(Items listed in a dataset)
****************

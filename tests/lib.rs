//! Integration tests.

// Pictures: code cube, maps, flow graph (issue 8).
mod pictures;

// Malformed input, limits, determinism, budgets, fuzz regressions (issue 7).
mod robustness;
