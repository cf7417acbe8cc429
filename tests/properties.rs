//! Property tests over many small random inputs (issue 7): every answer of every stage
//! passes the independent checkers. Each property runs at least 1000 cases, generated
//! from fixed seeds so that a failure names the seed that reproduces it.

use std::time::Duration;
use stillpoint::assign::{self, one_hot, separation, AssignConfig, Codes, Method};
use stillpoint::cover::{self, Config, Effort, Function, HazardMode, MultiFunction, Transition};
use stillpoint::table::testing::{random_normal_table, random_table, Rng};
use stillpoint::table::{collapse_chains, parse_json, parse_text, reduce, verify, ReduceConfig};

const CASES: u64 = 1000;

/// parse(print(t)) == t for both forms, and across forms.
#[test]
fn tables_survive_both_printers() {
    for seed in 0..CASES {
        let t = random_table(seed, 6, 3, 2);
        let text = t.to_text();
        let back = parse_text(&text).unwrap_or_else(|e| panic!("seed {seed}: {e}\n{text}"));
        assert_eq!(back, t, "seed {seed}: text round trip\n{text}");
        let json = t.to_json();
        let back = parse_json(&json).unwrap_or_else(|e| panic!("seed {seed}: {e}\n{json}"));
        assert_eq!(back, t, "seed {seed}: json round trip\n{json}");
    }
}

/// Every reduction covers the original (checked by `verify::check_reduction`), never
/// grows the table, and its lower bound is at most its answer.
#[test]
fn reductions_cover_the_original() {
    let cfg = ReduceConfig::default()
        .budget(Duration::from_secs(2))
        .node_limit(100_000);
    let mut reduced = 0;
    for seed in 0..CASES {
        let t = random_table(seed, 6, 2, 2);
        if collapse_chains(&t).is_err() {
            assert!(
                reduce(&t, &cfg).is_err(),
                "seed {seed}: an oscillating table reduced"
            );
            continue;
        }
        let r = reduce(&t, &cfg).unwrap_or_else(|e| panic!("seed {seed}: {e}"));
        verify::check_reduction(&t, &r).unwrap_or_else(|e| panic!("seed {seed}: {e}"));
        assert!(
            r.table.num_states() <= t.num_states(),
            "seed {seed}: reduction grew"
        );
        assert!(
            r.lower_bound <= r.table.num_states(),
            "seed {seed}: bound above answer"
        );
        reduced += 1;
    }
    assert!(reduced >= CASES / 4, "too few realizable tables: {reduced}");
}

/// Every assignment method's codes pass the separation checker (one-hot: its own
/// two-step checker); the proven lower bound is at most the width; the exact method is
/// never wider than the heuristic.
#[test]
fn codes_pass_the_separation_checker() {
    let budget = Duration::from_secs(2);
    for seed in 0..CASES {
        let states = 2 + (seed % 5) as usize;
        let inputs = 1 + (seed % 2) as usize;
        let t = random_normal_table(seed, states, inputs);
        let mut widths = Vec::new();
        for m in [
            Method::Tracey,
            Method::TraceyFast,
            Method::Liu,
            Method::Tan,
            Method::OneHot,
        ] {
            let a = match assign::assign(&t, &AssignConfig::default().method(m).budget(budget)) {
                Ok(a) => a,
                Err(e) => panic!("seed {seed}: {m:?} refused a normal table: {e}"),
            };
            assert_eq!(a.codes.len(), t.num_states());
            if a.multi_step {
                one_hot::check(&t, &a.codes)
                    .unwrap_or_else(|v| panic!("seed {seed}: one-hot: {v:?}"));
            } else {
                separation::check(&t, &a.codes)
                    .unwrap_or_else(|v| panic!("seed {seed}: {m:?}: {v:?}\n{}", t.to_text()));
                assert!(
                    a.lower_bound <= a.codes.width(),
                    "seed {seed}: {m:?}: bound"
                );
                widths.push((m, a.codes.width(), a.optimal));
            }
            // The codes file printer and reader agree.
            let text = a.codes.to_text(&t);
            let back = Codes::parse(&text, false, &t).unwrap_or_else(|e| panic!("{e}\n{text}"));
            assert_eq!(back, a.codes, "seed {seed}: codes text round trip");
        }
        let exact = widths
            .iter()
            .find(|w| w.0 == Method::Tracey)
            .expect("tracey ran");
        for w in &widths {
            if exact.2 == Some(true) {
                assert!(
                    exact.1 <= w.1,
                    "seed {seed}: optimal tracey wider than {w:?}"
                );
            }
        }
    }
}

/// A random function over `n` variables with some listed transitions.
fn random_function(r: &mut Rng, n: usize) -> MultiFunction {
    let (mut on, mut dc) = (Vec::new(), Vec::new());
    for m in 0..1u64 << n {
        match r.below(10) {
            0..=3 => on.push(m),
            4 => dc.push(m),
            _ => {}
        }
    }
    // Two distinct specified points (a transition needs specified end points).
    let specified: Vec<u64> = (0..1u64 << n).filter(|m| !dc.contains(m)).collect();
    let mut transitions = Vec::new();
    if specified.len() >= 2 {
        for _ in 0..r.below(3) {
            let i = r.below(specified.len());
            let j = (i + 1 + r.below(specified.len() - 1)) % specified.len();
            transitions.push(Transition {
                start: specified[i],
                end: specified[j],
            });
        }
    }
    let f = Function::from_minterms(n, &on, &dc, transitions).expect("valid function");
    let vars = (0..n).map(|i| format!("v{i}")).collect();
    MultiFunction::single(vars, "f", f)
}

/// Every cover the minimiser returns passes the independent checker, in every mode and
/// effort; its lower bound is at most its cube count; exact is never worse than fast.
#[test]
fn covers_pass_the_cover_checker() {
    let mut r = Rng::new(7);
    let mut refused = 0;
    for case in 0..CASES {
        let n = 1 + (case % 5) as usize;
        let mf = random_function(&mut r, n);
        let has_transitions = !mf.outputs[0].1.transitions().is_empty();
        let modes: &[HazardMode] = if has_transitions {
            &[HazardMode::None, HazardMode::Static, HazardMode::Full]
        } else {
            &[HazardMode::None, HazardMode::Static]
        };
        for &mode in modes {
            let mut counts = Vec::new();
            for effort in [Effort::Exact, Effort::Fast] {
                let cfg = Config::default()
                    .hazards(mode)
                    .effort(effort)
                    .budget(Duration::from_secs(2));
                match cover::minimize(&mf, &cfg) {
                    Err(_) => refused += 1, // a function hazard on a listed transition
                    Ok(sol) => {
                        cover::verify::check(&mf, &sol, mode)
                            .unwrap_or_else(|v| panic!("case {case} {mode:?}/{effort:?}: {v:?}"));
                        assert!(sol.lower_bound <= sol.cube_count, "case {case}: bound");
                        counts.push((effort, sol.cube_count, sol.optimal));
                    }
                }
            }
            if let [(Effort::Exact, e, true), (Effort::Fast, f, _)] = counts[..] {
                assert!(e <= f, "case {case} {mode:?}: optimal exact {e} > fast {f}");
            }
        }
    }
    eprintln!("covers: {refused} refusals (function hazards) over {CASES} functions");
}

****************

From the data above, copy each line exactly.

## OUTPUT
filename tests/lib.rs
//! Integration tests.

// Pictures: code cube, maps, flow graph (issue 8).
mod pictures;

// Malformed input, limits, determinism, budgets, fuzz regressions (issue 7).
mod robustness;
repository cf7417acbe8cc429
filename tests/properties.rs
//! Property tests over many small random inputs (issue 7): every answer of every stage
//! passes the independent checkers. Each property runs at least 1000 cases, generated
//! from fixed seeds so that a failure names the seed that reproduces it.

use std::time::Duration;
use stillpoint::assign::{self, one_hot, separation, AssignConfig, Codes, Method};
use stillpoint::cover::{self, Config, Effort, Function, HazardMode, MultiFunction, Transition};
use stillpoint::table::testing::{random_normal_table, random_table, Rng};
use stillpoint::table::{collapse_chains, parse_json, parse_text, reduce, verify, ReduceConfig};

const CASES: u64 = 1000;

/// parse(print(t)) == t for both forms, and across forms.
#[test]
fn tables_survive_both_printers() {
    for seed in 0..CASES {
        let t = random_table(seed, 6, 3, 2);
        let text = t.to_text();
        let back = parse_text(&text).unwrap_or_else(|e| panic!("seed {seed}: {e}\n{text}"));
        assert_eq!(back, t, "seed {seed}: text round trip\n{text}");
        let json = t.to_json();
        let back = parse_json(&json).unwrap_or_else(|e| panic!("seed {seed}: {e}\n{json}"));
        assert_eq!(back, t, "seed {seed}: json round trip\n{json}");
    }
}

/// Every reduction covers the original (checked by `verify::check_reduction`), never
/// grows the table, and its lower bound is at most its answer.
#[test]
fn reductions_cover_the_original() {
    let cfg = ReduceConfig::default()
        .budget(Duration::from_secs(2))
        .node_limit(100_000);
    let mut reduced = 0;
    for seed in 0..CASES {
        let t = random_table(seed, 6, 2, 2);
        if collapse_chains(&t).is_err() {
            assert!(
                reduce(&t, &cfg).is_err(),
                "seed {seed}: an oscillating table reduced"
            );
            continue;
        }
        let r = reduce(&t, &cfg).unwrap_or_else(|e| panic!("seed {seed}: {e}"));
        verify::check_reduction(&t, &r).unwrap_or_else(|e| panic!("seed {seed}: {e}"));
        assert!(
            r.table.num_states() <= t.num_states(),
            "seed {seed}: reduction grew"
        );
        assert!(
            r.lower_bound <= r.table.num_states(),
            "seed {seed}: bound above answer"
        );
        reduced += 1;
    }
    assert!(reduced >= CASES / 4, "too few realizable tables: {reduced}");
}

/// Every assignment method's codes pass the separation checker (one-hot: its own
/// two-step checker); the proven lower bound is at most the width; the exact method is
/// never wider than the heuristic.
#[test]
fn codes_pass_the_separation_checker() {
    let budget = Duration::from_secs(2);
    for seed in 0..CASES {
        let states = 2 + (seed % 5) as usize;
        let inputs = 1 + (seed % 2) as usize;
        let t = random_normal_table(seed, states, inputs);
        let mut widths = Vec::new();
        for m in [
            Method::Tracey,
            Method::TraceyFast,
            Method::Liu,
            Method::Tan,
            Method::OneHot,
        ] {
            let a = match assign::assign(&t, &AssignConfig::default().method(m).budget(budget)) {
                Ok(a) => a,
                Err(e) => panic!("seed {seed}: {m:?} refused a normal table: {e}"),
            };
            assert_eq!(a.codes.len(), t.num_states());
            if a.multi_step {
                one_hot::check(&t, &a.codes)
                    .unwrap_or_else(|v| panic!("seed {seed}: one-hot: {v:?}"));
            } else {
                separation::check(&t, &a.codes)
                    .unwrap_or_else(|v| panic!("seed {seed}: {m:?}: {v:?}\n{}", t.to_text()));
                assert!(
                    a.lower_bound <= a.codes.width(),
                    "seed {seed}: {m:?}: bound"
                );
                widths.push((m, a.codes.width(), a.optimal));
            }
            // The codes file printer and reader agree.
            let text = a.codes.to_text(&t);
            let back = Codes::parse(&text, false, &t).unwrap_or_else(|e| panic!("{e}\n{text}"));
            assert_eq!(back, a.codes, "seed {seed}: codes text round trip");
        }
        let exact = widths
            .iter()
            .find(|w| w.0 == Method::Tracey)
            .expect("tracey ran");
        for w in &widths {
            if exact.2 == Some(true) {
                assert!(
                    exact.1 <= w.1,
                    "seed {seed}: optimal tracey wider than {w:?}"
                );
            }
        }
    }
}

/// A random function over `n` variables with some listed transitions.
fn random_function(r: &mut Rng, n: usize) -> MultiFunction {
    let (mut on, mut dc) = (Vec::new(), Vec::new());
    for m in 0..1u64 << n {
        match r.below(10) {
            0..=3 => on.push(m),
            4 => dc.push(m),
            _ => {}
        }
    }
    // Two distinct specified points (a transition needs specified end points).
    let specified: Vec<u64> = (0..1u64 << n).filter(|m| !dc.contains(m)).collect();
    let mut transitions = Vec::new();
    if specified.len() >= 2 {
        for _ in 0..r.below(3) {
            let i = r.below(specified.len());
            let j = (i + 1 + r.below(specified.len() - 1)) % specified.len();
            transitions.push(Transition {
                start: specified[i],
                end: specified[j],
            });
        }
    }
    let f = Function::from_minterms(n, &on, &dc, transitions).expect("valid function");
    let vars = (0..n).map(|i| format!("v{i}")).collect();
    MultiFunction::single(vars, "f", f)
}

/// Every cover the minimiser returns passes the independent checker, in every mode and
/// effort; its lower bound is at most its cube count; exact is never worse than fast.
#[test]
fn covers_pass_the_cover_checker() {
    let mut r = Rng::new(7);
    let mut refused = 0;
    for case in 0..CASES {
        let n = 1 + (case % 5) as usize;
        let mf = random_function(&mut r, n);
        let has_transitions = !mf.outputs[0].1.transitions().is_empty();
        let modes: &[HazardMode] = if has_transitions {
            &[HazardMode::None, HazardMode::Static, HazardMode::Full]
        } else {
            &[HazardMode::None, HazardMode::Static]
        };
        for &mode in modes {
            let mut counts = Vec::new();
            for effort in [Effort::Exact, Effort::Fast] {
                let cfg = Config::default()
                    .hazards(mode)
                    .effort(effort)
                    .budget(Duration::from_secs(2));
                match cover::minimize(&mf, &cfg) {
                    Err(_) => refused += 1, // a function hazard on a listed transition
                    Ok(sol) => {
                        cover::verify::check(&mf, &sol, mode)
                            .unwrap_or_else(|v| panic!("case {case} {mode:?}/{effort:?}: {v:?}"));
                        assert!(sol.lower_bound <= sol.cube_count, "case {case}: bound");
                        counts.push((effort, sol.cube_count, sol.optimal));
                    }
                }
            }
            if let [(Effort::Exact, e, true), (Effort::Fast, f, _)] = counts[..] {
                assert!(e <= f, "case {case} {mode:?}: optimal exact {e} > fast {f}");
            }
        }
    }
    eprintln!("covers: {refused} refusals (function hazards) over {CASES} functions");
}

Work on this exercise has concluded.